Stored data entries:
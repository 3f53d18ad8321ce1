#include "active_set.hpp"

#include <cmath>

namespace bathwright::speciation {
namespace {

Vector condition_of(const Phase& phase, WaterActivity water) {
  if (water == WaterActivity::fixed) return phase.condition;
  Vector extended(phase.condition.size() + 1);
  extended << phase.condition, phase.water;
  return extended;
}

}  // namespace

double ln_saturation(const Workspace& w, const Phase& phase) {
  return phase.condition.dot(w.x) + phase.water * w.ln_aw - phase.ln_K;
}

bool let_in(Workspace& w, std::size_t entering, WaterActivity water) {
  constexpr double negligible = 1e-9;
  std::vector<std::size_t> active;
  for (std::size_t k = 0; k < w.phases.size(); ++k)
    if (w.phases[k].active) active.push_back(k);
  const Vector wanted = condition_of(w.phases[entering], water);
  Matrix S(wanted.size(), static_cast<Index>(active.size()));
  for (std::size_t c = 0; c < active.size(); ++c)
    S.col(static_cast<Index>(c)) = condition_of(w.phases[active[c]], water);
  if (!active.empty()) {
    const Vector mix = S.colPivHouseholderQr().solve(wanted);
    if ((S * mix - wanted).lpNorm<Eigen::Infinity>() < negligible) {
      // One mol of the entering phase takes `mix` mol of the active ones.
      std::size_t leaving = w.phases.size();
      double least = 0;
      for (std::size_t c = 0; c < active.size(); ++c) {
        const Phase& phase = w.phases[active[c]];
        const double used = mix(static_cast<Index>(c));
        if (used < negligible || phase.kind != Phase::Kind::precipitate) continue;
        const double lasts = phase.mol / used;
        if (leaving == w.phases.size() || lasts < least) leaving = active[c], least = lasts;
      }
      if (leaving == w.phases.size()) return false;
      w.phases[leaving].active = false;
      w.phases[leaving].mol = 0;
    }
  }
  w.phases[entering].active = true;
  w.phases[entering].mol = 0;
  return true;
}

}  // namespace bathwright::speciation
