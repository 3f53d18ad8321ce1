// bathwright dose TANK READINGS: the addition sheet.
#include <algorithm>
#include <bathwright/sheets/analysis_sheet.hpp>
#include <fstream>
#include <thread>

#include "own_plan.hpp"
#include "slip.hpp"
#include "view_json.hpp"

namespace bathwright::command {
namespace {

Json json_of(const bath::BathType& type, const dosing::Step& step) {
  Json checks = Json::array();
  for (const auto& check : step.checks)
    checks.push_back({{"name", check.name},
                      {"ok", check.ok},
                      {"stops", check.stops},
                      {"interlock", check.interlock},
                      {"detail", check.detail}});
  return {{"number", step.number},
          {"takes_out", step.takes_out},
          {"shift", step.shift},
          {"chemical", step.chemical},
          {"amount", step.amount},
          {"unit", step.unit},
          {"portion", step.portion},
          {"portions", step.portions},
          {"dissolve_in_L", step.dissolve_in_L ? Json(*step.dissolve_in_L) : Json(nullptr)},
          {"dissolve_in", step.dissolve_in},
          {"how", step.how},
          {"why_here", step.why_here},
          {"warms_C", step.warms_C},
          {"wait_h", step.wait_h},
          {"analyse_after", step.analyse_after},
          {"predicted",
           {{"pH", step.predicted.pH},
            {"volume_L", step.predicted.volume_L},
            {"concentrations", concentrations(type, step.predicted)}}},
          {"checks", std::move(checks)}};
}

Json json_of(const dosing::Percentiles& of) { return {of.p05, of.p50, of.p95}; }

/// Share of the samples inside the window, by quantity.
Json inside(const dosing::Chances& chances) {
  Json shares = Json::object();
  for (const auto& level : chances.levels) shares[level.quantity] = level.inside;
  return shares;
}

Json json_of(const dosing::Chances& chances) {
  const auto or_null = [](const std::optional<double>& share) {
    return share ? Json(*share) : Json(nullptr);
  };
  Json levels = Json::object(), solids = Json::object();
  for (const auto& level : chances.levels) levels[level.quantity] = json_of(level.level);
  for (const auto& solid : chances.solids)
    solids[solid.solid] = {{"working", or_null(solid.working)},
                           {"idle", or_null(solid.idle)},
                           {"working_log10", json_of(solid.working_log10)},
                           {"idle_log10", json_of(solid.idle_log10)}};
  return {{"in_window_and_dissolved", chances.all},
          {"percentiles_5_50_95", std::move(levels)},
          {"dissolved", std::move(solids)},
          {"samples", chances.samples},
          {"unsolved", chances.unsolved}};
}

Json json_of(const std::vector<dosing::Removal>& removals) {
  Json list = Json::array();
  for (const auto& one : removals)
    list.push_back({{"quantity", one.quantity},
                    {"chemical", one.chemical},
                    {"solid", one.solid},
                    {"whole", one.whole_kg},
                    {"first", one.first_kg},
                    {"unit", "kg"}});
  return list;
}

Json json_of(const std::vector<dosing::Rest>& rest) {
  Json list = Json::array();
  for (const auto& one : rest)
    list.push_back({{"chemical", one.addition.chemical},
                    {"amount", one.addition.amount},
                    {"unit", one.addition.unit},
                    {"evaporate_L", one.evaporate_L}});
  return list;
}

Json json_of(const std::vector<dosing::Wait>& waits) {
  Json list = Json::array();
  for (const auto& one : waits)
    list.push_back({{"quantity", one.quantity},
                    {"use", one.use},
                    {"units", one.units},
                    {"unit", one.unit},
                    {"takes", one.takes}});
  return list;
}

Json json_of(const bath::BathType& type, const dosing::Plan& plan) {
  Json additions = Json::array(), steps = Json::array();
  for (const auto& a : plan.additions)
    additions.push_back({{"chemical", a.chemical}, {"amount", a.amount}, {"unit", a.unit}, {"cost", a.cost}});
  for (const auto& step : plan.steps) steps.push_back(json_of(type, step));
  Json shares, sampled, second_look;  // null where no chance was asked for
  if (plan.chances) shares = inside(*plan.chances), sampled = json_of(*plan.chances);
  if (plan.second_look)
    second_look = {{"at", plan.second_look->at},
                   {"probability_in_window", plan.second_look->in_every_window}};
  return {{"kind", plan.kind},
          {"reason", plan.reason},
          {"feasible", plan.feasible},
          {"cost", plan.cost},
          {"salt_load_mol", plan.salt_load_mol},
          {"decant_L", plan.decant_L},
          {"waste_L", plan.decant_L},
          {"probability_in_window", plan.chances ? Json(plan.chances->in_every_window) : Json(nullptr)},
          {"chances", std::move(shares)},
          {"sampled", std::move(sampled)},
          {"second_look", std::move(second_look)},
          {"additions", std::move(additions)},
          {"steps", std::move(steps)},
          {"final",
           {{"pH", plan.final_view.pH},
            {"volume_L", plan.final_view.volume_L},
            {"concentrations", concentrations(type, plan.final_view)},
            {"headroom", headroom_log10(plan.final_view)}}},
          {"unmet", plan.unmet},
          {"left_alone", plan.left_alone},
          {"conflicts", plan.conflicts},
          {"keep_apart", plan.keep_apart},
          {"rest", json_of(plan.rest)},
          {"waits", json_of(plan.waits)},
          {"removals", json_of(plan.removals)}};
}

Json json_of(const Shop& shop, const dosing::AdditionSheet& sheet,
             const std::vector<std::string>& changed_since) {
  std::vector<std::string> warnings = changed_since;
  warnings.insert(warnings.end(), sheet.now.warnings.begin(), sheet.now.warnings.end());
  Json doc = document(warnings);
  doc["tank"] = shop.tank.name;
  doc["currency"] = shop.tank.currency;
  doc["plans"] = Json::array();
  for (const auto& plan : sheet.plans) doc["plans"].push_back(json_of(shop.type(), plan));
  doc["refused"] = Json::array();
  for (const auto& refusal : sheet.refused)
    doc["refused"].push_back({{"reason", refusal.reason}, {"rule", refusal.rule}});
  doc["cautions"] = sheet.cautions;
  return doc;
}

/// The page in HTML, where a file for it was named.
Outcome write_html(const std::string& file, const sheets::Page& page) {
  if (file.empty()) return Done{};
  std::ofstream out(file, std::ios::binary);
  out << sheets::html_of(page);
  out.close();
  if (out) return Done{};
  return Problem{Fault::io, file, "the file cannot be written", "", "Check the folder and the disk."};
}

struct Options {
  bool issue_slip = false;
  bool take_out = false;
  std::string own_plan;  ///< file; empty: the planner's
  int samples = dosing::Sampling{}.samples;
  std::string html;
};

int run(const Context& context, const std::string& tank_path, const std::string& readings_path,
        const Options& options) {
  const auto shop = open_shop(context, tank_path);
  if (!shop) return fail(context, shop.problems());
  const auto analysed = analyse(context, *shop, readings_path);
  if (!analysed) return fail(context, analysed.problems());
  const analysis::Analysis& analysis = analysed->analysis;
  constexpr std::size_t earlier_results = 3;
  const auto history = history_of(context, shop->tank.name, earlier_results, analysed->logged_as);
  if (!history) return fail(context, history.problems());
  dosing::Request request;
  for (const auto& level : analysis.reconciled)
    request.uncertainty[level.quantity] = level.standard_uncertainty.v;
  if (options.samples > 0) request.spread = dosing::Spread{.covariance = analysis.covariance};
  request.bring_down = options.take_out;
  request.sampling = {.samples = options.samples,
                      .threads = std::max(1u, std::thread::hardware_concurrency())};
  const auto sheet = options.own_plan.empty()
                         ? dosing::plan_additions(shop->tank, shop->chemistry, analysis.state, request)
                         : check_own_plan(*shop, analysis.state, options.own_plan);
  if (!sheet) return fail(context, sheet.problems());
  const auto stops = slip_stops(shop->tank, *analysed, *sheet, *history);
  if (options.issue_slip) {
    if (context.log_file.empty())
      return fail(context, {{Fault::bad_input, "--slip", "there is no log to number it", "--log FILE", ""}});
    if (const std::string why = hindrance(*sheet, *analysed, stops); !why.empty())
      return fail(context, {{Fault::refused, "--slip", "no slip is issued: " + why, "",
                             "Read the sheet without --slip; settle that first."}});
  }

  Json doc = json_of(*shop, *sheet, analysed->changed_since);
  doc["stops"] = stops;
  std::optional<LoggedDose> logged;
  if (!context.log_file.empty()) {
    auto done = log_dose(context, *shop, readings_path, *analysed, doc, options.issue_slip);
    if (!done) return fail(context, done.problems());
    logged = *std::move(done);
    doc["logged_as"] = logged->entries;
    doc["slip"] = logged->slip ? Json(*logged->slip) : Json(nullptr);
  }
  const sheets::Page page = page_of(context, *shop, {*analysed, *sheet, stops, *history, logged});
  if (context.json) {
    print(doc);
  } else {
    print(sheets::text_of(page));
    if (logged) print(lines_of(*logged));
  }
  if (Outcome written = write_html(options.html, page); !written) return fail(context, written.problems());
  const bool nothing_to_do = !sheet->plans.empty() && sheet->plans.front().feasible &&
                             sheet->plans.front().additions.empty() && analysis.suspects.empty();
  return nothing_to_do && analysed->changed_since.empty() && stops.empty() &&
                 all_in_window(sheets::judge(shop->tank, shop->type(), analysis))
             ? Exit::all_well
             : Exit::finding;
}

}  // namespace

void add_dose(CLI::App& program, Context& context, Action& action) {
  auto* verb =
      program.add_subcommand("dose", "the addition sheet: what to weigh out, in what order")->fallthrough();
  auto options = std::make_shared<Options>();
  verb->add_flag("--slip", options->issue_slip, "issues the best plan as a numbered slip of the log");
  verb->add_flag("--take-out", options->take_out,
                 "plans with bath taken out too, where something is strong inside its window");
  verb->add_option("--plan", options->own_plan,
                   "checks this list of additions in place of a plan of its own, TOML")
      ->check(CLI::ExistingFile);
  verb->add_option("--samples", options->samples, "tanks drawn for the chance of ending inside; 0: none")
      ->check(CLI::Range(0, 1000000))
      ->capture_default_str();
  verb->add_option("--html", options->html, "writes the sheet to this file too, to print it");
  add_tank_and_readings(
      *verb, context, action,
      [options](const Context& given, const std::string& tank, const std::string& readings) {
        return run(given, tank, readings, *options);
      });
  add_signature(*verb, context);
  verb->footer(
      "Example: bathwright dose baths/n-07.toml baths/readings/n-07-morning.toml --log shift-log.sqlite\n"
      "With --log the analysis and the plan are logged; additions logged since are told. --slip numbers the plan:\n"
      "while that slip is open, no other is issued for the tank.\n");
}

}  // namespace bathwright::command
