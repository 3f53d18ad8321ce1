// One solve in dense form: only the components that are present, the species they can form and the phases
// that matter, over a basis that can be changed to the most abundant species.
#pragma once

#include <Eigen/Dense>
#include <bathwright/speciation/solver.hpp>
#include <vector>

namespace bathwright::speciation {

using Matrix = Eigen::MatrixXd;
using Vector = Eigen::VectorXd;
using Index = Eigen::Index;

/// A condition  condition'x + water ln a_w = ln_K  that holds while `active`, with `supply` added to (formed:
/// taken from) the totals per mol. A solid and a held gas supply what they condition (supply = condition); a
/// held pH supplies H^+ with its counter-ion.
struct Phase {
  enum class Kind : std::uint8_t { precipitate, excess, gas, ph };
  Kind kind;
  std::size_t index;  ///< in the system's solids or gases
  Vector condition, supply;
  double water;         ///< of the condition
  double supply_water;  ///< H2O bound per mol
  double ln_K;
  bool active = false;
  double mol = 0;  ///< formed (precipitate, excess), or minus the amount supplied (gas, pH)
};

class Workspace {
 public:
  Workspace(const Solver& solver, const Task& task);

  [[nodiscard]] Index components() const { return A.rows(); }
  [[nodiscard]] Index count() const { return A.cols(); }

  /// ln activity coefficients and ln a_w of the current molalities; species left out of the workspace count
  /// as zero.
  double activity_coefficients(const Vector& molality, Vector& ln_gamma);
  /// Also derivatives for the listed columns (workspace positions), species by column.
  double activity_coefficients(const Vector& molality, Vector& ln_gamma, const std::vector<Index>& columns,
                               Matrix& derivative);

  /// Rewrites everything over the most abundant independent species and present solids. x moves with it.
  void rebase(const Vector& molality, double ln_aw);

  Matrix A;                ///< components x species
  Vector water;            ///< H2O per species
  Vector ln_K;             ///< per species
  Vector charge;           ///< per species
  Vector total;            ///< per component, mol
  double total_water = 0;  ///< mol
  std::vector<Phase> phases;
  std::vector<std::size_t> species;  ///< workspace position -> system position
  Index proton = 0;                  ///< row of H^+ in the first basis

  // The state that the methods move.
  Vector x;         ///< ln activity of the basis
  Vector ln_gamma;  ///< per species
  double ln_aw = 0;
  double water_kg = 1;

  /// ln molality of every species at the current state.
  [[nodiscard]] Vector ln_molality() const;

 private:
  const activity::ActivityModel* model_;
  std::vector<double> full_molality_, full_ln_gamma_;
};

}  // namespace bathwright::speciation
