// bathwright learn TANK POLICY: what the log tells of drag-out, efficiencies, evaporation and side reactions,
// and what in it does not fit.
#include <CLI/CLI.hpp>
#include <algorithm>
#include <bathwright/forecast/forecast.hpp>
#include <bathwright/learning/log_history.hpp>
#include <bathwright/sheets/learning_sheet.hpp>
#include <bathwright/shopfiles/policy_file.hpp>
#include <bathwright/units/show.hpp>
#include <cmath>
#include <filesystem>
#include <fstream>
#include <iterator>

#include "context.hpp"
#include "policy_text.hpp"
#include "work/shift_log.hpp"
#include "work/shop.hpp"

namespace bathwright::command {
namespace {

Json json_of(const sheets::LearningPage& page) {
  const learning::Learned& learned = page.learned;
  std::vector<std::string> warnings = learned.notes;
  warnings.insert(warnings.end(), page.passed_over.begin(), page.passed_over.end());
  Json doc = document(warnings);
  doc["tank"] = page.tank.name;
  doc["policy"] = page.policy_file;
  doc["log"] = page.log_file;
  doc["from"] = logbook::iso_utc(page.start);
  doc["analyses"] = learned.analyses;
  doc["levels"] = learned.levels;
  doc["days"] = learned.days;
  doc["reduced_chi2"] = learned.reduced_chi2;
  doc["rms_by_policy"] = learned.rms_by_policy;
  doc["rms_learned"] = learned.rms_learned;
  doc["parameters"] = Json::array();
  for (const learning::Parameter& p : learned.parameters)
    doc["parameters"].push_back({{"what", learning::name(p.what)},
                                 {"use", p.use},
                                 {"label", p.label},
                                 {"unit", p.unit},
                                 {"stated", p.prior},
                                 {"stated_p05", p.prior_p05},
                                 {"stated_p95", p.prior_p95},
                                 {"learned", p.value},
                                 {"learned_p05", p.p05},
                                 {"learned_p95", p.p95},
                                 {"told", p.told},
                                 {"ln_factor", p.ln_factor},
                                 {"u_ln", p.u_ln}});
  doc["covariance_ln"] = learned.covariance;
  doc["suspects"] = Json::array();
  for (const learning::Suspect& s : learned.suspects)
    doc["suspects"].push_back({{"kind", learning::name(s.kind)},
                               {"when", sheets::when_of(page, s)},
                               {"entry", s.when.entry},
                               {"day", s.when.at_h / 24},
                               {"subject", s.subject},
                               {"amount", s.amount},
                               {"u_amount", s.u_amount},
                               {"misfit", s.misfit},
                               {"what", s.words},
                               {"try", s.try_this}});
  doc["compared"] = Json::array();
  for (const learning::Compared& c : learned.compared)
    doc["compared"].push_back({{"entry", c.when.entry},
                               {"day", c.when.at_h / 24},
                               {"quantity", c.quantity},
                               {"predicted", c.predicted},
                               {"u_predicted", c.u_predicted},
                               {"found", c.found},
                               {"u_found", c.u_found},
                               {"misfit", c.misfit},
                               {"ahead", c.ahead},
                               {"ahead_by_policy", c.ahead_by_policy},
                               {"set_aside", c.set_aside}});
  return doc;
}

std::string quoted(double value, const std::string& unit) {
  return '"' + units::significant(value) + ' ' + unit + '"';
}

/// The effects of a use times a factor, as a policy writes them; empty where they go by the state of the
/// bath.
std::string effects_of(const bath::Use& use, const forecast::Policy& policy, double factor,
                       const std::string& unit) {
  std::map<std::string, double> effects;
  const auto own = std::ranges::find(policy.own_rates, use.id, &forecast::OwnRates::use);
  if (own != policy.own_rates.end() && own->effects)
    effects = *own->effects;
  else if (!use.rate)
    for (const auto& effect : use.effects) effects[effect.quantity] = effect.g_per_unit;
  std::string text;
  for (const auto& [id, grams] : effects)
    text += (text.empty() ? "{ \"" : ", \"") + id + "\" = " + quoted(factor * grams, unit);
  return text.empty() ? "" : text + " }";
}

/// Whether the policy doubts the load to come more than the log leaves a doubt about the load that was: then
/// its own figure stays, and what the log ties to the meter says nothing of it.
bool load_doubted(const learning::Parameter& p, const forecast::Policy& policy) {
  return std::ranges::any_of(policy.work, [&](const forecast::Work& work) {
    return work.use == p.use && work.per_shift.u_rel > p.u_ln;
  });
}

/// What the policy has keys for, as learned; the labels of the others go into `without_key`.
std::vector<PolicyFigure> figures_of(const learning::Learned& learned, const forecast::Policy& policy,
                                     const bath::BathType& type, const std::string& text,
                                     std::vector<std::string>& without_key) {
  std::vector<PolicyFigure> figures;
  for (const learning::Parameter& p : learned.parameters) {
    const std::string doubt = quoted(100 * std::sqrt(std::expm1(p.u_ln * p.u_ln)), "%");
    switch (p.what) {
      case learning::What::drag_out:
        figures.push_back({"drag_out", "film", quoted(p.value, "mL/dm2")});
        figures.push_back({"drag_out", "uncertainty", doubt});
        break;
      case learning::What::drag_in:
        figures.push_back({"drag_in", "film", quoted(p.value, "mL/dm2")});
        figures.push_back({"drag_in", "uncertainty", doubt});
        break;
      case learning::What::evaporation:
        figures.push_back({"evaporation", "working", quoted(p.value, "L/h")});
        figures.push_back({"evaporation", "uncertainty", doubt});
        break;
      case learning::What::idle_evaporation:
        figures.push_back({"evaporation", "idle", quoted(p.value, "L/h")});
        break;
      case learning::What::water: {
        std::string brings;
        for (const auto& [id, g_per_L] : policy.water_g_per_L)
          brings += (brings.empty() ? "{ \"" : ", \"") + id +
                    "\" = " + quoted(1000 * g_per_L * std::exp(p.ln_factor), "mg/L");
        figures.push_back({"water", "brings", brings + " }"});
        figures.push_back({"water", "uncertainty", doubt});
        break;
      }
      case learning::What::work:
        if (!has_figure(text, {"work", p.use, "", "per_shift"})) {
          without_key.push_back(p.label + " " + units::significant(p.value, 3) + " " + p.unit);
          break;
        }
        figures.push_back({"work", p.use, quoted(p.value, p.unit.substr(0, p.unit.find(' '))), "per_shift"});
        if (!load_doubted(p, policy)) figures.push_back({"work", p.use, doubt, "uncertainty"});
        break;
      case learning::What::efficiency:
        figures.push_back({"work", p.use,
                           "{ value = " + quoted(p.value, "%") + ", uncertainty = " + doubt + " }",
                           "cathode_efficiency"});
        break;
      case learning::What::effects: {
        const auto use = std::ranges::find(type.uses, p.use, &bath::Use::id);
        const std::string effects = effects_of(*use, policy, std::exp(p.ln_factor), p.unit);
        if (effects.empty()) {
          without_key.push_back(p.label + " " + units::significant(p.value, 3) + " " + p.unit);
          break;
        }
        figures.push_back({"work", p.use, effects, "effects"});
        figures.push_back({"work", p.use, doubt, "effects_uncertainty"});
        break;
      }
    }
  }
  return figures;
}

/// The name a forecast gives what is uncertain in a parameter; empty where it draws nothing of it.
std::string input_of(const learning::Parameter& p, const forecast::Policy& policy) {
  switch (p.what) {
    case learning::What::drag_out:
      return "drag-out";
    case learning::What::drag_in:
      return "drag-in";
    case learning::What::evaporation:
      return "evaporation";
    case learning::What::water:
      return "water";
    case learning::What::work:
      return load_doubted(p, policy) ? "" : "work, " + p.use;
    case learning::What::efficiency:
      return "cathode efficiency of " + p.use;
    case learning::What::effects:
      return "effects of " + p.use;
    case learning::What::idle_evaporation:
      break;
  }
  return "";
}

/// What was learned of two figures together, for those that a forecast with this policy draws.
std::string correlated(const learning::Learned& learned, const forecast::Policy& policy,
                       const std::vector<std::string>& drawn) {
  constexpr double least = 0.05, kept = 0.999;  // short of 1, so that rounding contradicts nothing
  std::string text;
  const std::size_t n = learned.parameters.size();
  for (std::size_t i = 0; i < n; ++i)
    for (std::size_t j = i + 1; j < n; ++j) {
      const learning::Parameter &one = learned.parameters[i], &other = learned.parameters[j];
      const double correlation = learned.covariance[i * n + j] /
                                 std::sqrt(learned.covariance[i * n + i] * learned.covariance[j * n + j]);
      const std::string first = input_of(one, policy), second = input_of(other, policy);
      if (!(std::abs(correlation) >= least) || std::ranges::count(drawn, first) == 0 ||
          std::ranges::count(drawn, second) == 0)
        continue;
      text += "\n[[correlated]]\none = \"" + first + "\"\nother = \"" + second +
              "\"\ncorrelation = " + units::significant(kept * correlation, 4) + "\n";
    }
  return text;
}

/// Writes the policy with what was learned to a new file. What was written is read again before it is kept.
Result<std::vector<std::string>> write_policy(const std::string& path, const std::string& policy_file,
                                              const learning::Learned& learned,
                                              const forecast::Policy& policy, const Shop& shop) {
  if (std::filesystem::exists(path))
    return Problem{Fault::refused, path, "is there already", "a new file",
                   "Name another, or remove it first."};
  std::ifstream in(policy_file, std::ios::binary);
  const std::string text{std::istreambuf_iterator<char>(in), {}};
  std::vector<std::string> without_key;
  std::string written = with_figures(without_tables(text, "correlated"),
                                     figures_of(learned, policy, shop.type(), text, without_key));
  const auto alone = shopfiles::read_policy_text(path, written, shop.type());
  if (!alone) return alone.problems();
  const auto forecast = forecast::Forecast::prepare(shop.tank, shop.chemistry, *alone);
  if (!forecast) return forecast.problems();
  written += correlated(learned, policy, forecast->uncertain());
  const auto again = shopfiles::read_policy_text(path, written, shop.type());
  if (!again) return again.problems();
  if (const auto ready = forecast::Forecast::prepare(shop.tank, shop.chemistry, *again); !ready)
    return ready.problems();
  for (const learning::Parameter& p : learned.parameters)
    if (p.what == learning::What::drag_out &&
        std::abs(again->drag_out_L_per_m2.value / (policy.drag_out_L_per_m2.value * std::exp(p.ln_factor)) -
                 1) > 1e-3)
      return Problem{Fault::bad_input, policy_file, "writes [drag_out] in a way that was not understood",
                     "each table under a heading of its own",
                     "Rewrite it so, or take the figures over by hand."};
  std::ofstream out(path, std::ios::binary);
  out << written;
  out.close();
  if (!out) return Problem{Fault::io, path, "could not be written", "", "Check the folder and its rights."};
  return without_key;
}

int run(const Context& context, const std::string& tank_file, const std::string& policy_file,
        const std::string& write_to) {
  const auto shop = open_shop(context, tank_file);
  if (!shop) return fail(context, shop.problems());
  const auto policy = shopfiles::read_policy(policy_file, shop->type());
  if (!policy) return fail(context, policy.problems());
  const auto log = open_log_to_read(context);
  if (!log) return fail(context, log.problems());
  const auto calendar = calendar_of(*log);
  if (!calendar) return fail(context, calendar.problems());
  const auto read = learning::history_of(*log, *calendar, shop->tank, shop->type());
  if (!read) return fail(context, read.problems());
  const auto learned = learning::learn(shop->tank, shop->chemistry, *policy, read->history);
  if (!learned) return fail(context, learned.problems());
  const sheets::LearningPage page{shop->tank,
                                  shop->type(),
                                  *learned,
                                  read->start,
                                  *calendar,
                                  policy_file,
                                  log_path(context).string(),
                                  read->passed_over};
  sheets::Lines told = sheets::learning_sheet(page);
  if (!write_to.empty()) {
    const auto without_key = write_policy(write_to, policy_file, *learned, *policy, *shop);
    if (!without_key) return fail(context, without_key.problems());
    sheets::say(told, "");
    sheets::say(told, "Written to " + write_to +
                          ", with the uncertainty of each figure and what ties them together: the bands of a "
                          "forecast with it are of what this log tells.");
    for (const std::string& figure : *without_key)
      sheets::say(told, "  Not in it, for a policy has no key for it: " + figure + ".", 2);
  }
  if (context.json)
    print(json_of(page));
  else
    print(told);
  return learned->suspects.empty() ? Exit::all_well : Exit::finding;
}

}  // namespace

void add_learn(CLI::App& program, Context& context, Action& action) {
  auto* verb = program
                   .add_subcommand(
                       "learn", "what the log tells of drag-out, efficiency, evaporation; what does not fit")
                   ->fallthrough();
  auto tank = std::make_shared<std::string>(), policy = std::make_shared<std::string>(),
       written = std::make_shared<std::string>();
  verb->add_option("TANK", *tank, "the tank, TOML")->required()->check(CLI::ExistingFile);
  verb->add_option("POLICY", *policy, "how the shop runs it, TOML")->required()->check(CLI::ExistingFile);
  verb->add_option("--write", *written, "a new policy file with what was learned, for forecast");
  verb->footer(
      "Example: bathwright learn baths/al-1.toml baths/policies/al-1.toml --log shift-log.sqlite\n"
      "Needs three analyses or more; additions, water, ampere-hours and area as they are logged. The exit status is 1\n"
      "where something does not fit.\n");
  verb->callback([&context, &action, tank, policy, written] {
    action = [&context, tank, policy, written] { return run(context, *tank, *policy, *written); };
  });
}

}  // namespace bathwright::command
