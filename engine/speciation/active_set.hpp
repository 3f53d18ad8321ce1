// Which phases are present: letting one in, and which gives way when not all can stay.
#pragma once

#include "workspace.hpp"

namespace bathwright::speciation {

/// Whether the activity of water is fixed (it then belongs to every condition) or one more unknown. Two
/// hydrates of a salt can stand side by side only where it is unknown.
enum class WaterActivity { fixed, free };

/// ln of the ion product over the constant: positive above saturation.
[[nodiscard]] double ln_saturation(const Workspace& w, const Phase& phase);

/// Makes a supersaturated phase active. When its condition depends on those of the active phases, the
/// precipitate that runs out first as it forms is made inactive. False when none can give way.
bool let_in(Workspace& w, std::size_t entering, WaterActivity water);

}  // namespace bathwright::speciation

What to produce
Each line of the entries that contains "more" counts once; state the total as a bare number.

Output for this exercise
3